▶ **Exercise goal**: When a line in the entries below contains the word "investment", copy that line.

▶ **Extracted records**:

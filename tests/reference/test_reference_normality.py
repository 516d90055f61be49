"""Tests of normality against published values."""

import numpy as np
import pytest
import statsmodels.api as sm
from statsmodels.stats.diagnostic import normal_ad

from auditd.stats import anderson_darling, shapiro_wilk

# Shapiro & Wilk (1965), Biometrika 52:591-611, Example 1: weights of eleven men.
WEIGHTS = (148, 154, 158, 160, 161, 162, 166, 170, 182, 195, 236)


def test_weights_of_eleven_men_typed_in():
    """W .7888147830963135, p .006703814061898823 (recalled figure of scipy's documentation, reproduced)."""
    result = shapiro_wilk(WEIGHTS)
    assert result.statistic == pytest.approx(0.7888147830963135, abs=9.3e-8)
    assert result.pvalue == pytest.approx(0.006703814061898823, abs=7.1e-12)


def test_weights_from_the_shared_copy(columns):
    """The same from the reference folder."""
    result = shapiro_wilk(columns("shapiro_weights11.csv", "x"))
    assert result.statistic == pytest.approx(0.7888147830963135, abs=9.3e-8)
    assert result.pvalue == pytest.approx(0.006703814061898823, abs=7.1e-12)


@pytest.mark.parametrize(
    ("column", "w", "p", "w_tolerance", "p_tolerance"),
    [
        ("x1", 0.90047287931756, 0.04208957522226, 9.5e-10, 2.5e-10),
        ("x2", 0.95902694603234, 0.5245979304707, 9.6e-10, 1.3e-9),
    ],
)
def test_values_of_r(columns, column, w, p, w_tolerance, p_tolerance):
    """R's shapiro.test to 16 digits, as kept in scipy's test suite (published)."""
    result = shapiro_wilk(columns("shapiro_x1x2.csv", column))
    assert result.statistic == pytest.approx(w, abs=w_tolerance)
    assert result.pvalue == pytest.approx(p, abs=p_tolerance)


def test_data_of_1965(columns):
    """Shapiro & Wilk's 25 values: W .83466627531817, p .000913490481813 (R's shapiro.test; published)."""
    result = shapiro_wilk(columns("shapiro_1965.csv", "x"))
    assert result.statistic == pytest.approx(0.83466627531817, abs=8.8e-10)
    assert result.pvalue == pytest.approx(0.000913490481813, abs=9.7e-13)


def test_heat_flow_by_shapiro_wilk(columns):
    """NIST Dataplot, Wilk-Shapiro test of ZARR13: W .9982718, p .9992256 (published, single precision)."""
    result = shapiro_wilk(columns("eh_zarr13.csv", "y"))
    assert result.statistic == pytest.approx(0.9982718, abs=4e-7)
    assert result.pvalue == pytest.approx(0.9992256, abs=1.4e-6)


def test_heat_flow_by_anderson_darling(columns):
    """NIST e-Handbook 1.4.2.8: A² .129 once multiplied by 1 + 4/n − 25/n² (recalled, reproduced)."""
    result = anderson_darling(columns("eh_zarr13.csv", "y"))
    n = result.n
    assert n == 195
    assert result.statistic * (1 + 4 / n - 25 / n**2) == pytest.approx(0.129, abs=0.00055)
    assert result.statistic == pytest.approx(0.126479, abs=5.5e-7)
    assert result.modified == pytest.approx(0.126973, abs=5.5e-7)


# R's nortest ad.test on residuals of an investment equation and on the first 20 of them (published in
# statsmodels' test suite): A², p, and how near.
NORTEST = (
    (None, 1.602209621518313, 0.0003937979149362316, 1.7e-9, 4.2e-13),
    (20, 0.3017073732210775, 0.5443499281265933, 3.2e-10, 5.8e-10),
)


@pytest.mark.parametrize(("first", "a2", "p", "a2_tolerance", "p_tolerance"), NORTEST)
def test_residuals_from_the_shared_copy(columns, first, a2, p, a2_tolerance, p_tolerance):
    """A² and p of R's ad.test on least-squares residuals of the reference folder's growth rates."""
    investment, product, interest = columns("macrodata_growth.csv", "g_realinv", "g_realgdp", "lag_realint")
    result = anderson_darling(_residuals(investment, product, interest)[:first])
    assert result.statistic == pytest.approx(a2, abs=a2_tolerance)
    assert result.pvalue == pytest.approx(p, abs=p_tolerance)


@pytest.mark.parametrize(("first", "a2", "p", "a2_tolerance", "p_tolerance"), NORTEST)
def test_residuals_of_macrodata(first, a2, p, a2_tolerance, p_tolerance):
    """The same from the data that statsmodels carries."""
    data = sm.datasets.macrodata.load_pandas().data
    investment = 400 * np.diff(np.log(data["realinv"].to_numpy()))
    product = 400 * np.diff(np.log(data["realgdp"].to_numpy()))
    result = anderson_darling(_residuals(investment, product, data["realint"].to_numpy()[:-1])[:first])
    assert result.statistic == pytest.approx(a2, abs=a2_tolerance)
    assert result.pvalue == pytest.approx(p, abs=p_tolerance)


def _residuals(y, *regressors):
    design = np.column_stack([np.ones(y.size), *regressors])
    return y - design @ np.linalg.lstsq(design, y, rcond=None)[0]


@pytest.mark.parametrize("sample", ["normal", "uniform", "exponential", "standard_cauchy"])
def test_agrees_with_statsmodels(sample):
    """statsmodels' normal_ad gives the same A² and p for four shapes, down to p of 4e-24."""
    x = getattr(np.random.default_rng(5), sample)(size=300)
    result = anderson_darling(x)
    a2, p = normal_ad(x)
    assert result.statistic == pytest.approx(a2, rel=1e-9)
    # There the fitted curve is held where it would turn upwards again; normal_ad follows it or gives 0.
    if result.modified < 10:
        assert result.pvalue == pytest.approx(p, rel=1e-7)
    else:
        assert result.pvalue == pytest.approx(3.7e-24, rel=0.01)


def test_false_alarms_of_anderson_darling():
    """2,000 normal samples of 30: the share of p ≤ .05 lies within binomial error of .05."""
    rng = np.random.default_rng(99)
    share = np.mean([anderson_darling(rng.normal(size=30)).pvalue <= 0.05 for _ in range(2000)])
    assert abs(share - 0.05) < 3 * (0.05 * 0.95 / 2000) ** 0.5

▶ **Answer box**:
# R's nortest ad.test on residuals of an investment equation and on the first 20 of them (published in
    investment, product, interest = columns("macrodata_growth.csv", "g_realinv", "g_realgdp", "lag_realint")
    result = anderson_darling(_residuals(investment, product, interest)[:first])
    investment = 400 * np.diff(np.log(data["realinv"].to_numpy()))
    result = anderson_darling(_residuals(investment, product, data["realint"].to_numpy()[:-1])[:first])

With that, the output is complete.